(Source records)

==========

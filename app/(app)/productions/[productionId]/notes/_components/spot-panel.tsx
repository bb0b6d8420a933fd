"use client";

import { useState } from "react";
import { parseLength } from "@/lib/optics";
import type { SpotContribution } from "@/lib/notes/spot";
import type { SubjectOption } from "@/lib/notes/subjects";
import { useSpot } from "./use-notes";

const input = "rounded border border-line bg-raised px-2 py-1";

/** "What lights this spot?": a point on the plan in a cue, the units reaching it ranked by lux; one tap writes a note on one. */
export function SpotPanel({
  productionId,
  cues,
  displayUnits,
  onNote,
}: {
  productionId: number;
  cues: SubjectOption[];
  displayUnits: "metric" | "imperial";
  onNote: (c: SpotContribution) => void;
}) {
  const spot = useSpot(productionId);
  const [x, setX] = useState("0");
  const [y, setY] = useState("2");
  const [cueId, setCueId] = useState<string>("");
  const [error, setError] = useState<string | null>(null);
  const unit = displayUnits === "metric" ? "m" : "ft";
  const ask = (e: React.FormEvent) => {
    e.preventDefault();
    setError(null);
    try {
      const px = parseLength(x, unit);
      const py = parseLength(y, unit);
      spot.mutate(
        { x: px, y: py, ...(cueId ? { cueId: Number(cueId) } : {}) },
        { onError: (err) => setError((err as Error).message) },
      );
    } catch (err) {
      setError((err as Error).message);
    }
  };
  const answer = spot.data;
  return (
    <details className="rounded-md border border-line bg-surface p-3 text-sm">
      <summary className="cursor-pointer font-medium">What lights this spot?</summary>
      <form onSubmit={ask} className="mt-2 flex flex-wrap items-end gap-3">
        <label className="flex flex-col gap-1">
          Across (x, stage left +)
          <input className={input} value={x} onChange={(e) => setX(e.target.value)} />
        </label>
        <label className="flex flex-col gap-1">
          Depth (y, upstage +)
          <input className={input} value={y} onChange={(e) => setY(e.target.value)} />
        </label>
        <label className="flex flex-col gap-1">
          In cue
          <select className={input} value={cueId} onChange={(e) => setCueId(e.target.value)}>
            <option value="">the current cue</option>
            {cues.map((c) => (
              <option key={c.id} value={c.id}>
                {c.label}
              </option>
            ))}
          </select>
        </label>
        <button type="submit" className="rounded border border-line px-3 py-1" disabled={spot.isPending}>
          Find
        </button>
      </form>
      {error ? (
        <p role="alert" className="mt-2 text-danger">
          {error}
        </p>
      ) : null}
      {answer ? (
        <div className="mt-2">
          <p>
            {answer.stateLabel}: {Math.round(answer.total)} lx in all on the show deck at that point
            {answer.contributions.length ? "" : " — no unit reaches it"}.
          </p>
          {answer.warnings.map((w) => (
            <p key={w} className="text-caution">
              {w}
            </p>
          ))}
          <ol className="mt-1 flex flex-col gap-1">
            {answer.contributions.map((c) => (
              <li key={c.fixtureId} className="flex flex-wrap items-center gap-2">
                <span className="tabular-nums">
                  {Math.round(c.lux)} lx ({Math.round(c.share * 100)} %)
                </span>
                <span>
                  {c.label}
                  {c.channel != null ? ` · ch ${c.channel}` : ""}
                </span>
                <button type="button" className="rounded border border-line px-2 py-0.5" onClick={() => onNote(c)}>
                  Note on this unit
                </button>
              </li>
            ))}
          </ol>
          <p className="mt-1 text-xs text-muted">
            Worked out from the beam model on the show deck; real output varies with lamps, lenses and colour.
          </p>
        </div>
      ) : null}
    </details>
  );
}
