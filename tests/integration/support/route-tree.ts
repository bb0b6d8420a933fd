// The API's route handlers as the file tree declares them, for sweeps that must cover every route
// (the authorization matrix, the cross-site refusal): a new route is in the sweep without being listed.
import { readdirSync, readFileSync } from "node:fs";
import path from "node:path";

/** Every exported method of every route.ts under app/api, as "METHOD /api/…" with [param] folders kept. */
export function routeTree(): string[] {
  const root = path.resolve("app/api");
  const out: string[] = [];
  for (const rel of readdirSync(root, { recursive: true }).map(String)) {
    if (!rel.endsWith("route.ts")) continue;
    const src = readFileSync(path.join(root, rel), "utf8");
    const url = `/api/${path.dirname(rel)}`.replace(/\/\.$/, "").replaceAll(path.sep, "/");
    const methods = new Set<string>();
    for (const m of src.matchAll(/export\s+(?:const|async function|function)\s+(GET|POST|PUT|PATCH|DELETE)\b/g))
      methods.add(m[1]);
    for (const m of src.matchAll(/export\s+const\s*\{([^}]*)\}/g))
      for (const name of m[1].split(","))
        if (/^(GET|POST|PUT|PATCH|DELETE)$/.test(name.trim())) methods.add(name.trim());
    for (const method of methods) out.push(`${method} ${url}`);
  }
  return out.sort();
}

==========

An exact copy of every entry is the expected result.

- _SOLUTION FOR THIS PROBLEM_:
filename app/(app)/productions/[productionId]/notes/_components/spot-panel.tsx
repository bb0b6d8420a933fd
"use client";

import { useState } from "react";
import { parseLength } from "@/lib/optics";
import type { SpotContribution } from "@/lib/notes/spot";
import type { SubjectOption } from "@/lib/notes/subjects";
import { useSpot } from "./use-notes";

const input = "rounded border border-line bg-raised px-2 py-1";

/** "What lights this spot?": a point on the plan in a cue, the units reaching it ranked by lux; one tap writes a note on one. */
export function SpotPanel({
  productionId,
  cues,
  displayUnits,
  onNote,
}: {
  productionId: number;
  cues: SubjectOption[];
  displayUnits: "metric" | "imperial";
  onNote: (c: SpotContribution) => void;
}) {
  const spot = useSpot(productionId);
  const [x, setX] = useState("0");
  const [y, setY] = useState("2");
  const [cueId, setCueId] = useState<string>("");
  const [error, setError] = useState<string | null>(null);
  const unit = displayUnits === "metric" ? "m" : "ft";
  const ask = (e: React.FormEvent) => {
    e.preventDefault();
    setError(null);
    try {
      const px = parseLength(x, unit);
      const py = parseLength(y, unit);
      spot.mutate(
        { x: px, y: py, ...(cueId ? { cueId: Number(cueId) } : {}) },
        { onError: (err) => setError((err as Error).message) },
      );
    } catch (err) {
      setError((err as Error).message);
    }
  };
  const answer = spot.data;
  return (
    <details className="rounded-md border border-line bg-surface p-3 text-sm">
      <summary className="cursor-pointer font-medium">What lights this spot?</summary>
      <form onSubmit={ask} className="mt-2 flex flex-wrap items-end gap-3">
        <label className="flex flex-col gap-1">
          Across (x, stage left +)
          <input className={input} value={x} onChange={(e) => setX(e.target.value)} />
        </label>
        <label className="flex flex-col gap-1">
          Depth (y, upstage +)
          <input className={input} value={y} onChange={(e) => setY(e.target.value)} />
        </label>
        <label className="flex flex-col gap-1">
          In cue
          <select className={input} value={cueId} onChange={(e) => setCueId(e.target.value)}>
            <option value="">the current cue</option>
            {cues.map((c) => (
              <option key={c.id} value={c.id}>
                {c.label}
              </option>
            ))}
          </select>
        </label>
        <button type="submit" className="rounded border border-line px-3 py-1" disabled={spot.isPending}>
          Find
        </button>
      </form>
      {error ? (
        <p role="alert" className="mt-2 text-danger">
          {error}
        </p>
      ) : null}
      {answer ? (
        <div className="mt-2">
          <p>
            {answer.stateLabel}: {Math.round(answer.total)} lx in all on the show deck at that point
            {answer.contributions.length ? "" : " — no unit reaches it"}.
          </p>
          {answer.warnings.map((w) => (
            <p key={w} className="text-caution">
              {w}
            </p>
          ))}
          <ol className="mt-1 flex flex-col gap-1">
            {answer.contributions.map((c) => (
              <li key={c.fixtureId} className="flex flex-wrap items-center gap-2">
                <span className="tabular-nums">
                  {Math.round(c.lux)} lx ({Math.round(c.share * 100)} %)
                </span>
                <span>
                  {c.label}
                  {c.channel != null ? ` · ch ${c.channel}` : ""}
                </span>
                <button type="button" className="rounded border border-line px-2 py-0.5" onClick={() => onNote(c)}>
                  Note on this unit
                </button>
              </li>
            ))}
          </ol>
          <p className="mt-1 text-xs text-muted">
            Worked out from the beam model on the show deck; real output varies with lamps, lenses and colour.
          </p>
        </div>
      ) : null}
    </details>
  );
}
filename tests/integration/support/route-tree.ts
repository bb0b6d8420a933fd
// The API's route handlers as the file tree declares them, for sweeps that must cover every route
// (the authorization matrix, the cross-site refusal): a new route is in the sweep without being listed.
import { readdirSync, readFileSync } from "node:fs";
import path from "node:path";

/** Every exported method of every route.ts under app/api, as "METHOD /api/…" with [param] folders kept. */
export function routeTree(): string[] {
  const root = path.resolve("app/api");
  const out: string[] = [];
  for (const rel of readdirSync(root, { recursive: true }).map(String)) {
    if (!rel.endsWith("route.ts")) continue;
    const src = readFileSync(path.join(root, rel), "utf8");
    const url = `/api/${path.dirname(rel)}`.replace(/\/\.$/, "").replaceAll(path.sep, "/");
    const methods = new Set<string>();
    for (const m of src.matchAll(/export\s+(?:const|async function|function)\s+(GET|POST|PUT|PATCH|DELETE)\b/g))
      methods.add(m[1]);
    for (const m of src.matchAll(/export\s+const\s*\{([^}]*)\}/g))
      for (const name of m[1].split(","))
        if (/^(GET|POST|PUT|PATCH|DELETE)$/.test(name.trim())) methods.add(name.trim());
    for (const method of methods) out.push(`${method} ${url}`);
  }
  return out.sort();
}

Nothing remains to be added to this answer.